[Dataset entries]
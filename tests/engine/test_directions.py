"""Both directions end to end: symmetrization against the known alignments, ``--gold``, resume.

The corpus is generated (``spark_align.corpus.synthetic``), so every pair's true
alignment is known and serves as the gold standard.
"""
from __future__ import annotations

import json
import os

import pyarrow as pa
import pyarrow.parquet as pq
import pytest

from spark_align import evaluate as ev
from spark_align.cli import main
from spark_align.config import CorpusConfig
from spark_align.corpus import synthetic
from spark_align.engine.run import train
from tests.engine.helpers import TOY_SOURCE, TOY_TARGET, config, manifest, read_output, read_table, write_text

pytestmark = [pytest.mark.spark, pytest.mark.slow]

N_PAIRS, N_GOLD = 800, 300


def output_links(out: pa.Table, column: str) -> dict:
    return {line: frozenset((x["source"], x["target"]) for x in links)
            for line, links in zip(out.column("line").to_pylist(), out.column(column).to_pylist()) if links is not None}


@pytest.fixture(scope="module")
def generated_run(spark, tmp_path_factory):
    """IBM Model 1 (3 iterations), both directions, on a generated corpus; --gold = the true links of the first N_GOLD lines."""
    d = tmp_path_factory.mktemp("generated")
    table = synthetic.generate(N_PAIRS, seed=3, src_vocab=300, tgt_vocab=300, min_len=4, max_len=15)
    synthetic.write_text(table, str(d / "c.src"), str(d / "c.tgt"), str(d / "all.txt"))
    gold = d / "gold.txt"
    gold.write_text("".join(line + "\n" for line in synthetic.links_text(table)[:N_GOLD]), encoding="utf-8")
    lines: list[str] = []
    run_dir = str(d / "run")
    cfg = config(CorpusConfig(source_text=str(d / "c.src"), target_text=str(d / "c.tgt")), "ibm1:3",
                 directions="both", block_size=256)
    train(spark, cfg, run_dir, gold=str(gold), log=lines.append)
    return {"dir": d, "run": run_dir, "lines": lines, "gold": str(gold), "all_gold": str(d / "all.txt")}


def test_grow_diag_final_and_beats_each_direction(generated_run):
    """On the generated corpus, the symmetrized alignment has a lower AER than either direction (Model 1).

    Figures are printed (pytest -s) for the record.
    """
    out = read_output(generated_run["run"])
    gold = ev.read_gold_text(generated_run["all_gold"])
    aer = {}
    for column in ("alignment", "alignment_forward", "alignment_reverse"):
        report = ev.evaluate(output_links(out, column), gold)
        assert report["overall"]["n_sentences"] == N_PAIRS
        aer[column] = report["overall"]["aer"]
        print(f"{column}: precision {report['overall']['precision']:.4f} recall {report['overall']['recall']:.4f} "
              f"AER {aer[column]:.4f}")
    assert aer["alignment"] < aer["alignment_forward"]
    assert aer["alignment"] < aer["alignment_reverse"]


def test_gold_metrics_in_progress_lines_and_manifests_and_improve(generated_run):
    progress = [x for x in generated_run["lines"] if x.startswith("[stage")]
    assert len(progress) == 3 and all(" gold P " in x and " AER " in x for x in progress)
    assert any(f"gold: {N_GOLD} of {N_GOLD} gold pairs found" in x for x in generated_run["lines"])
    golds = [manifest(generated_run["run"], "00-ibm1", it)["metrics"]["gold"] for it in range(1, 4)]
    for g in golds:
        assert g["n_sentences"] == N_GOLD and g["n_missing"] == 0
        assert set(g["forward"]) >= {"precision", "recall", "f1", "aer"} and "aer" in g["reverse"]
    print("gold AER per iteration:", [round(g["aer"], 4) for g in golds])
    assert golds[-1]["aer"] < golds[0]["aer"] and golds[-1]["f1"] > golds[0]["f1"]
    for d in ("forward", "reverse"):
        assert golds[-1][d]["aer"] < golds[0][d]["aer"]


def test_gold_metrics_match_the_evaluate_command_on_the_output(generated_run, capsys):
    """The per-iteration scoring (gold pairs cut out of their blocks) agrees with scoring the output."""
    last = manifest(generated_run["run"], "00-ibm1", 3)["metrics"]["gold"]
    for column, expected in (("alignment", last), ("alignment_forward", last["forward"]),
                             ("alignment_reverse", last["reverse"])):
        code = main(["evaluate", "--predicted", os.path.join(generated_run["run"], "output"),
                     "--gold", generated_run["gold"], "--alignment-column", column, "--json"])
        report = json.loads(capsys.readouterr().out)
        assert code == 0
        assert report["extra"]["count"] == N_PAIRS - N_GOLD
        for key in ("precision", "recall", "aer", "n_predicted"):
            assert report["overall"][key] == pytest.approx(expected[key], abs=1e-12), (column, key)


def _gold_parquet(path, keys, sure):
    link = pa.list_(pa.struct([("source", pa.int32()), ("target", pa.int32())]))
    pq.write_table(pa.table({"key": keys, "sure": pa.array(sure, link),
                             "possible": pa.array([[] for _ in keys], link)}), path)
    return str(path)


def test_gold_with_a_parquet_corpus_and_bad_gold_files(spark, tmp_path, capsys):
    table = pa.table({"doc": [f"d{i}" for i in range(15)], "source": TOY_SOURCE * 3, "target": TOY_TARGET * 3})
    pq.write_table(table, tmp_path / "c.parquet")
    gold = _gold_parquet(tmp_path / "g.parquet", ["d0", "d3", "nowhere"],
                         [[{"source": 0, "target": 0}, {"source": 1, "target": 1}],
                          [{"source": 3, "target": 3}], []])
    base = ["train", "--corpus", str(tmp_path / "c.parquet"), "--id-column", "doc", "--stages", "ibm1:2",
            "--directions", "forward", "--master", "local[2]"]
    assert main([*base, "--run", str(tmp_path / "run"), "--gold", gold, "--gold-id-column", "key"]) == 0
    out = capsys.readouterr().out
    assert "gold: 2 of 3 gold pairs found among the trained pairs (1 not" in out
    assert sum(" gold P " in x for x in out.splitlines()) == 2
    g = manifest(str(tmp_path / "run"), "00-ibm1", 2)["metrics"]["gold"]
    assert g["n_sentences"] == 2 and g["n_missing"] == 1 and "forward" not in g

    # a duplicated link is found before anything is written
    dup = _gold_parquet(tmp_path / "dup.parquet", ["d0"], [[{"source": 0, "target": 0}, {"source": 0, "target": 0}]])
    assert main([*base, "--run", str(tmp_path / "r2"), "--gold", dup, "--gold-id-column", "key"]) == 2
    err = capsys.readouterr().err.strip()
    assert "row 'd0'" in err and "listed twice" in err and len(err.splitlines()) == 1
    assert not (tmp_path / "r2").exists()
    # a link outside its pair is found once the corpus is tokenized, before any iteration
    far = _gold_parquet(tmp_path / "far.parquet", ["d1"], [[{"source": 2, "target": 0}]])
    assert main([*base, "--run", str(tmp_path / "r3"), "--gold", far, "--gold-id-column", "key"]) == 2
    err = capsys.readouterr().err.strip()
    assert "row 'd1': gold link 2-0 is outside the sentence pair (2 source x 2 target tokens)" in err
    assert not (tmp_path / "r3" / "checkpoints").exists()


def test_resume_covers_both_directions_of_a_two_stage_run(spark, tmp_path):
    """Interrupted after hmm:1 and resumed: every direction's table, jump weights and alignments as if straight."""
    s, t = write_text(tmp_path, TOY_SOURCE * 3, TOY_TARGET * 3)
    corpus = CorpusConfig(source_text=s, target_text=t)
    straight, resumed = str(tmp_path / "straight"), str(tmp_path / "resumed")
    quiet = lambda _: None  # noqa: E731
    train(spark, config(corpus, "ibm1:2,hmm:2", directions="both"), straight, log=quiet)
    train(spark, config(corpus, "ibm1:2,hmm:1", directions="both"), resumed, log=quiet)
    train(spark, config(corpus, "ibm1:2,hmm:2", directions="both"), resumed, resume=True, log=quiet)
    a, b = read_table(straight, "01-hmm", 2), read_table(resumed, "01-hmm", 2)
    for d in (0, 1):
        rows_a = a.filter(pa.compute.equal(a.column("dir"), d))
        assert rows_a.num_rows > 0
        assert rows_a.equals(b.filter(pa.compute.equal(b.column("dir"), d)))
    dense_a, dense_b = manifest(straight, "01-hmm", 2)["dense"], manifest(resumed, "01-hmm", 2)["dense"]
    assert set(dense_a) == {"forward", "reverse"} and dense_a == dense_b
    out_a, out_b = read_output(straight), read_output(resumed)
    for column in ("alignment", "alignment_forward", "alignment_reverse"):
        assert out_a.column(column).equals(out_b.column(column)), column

▶ [EXERCISE REQUIREMENTS]
Among the records above, find each line holding "every" and list it.

▶ [SOLUTION TO THIS PROBLEM]
The corpus is generated (``spark_align.corpus.synthetic``), so every pair's true
    """Interrupted after hmm:1 and resumed: every direction's table, jump weights and alignments as if straight."""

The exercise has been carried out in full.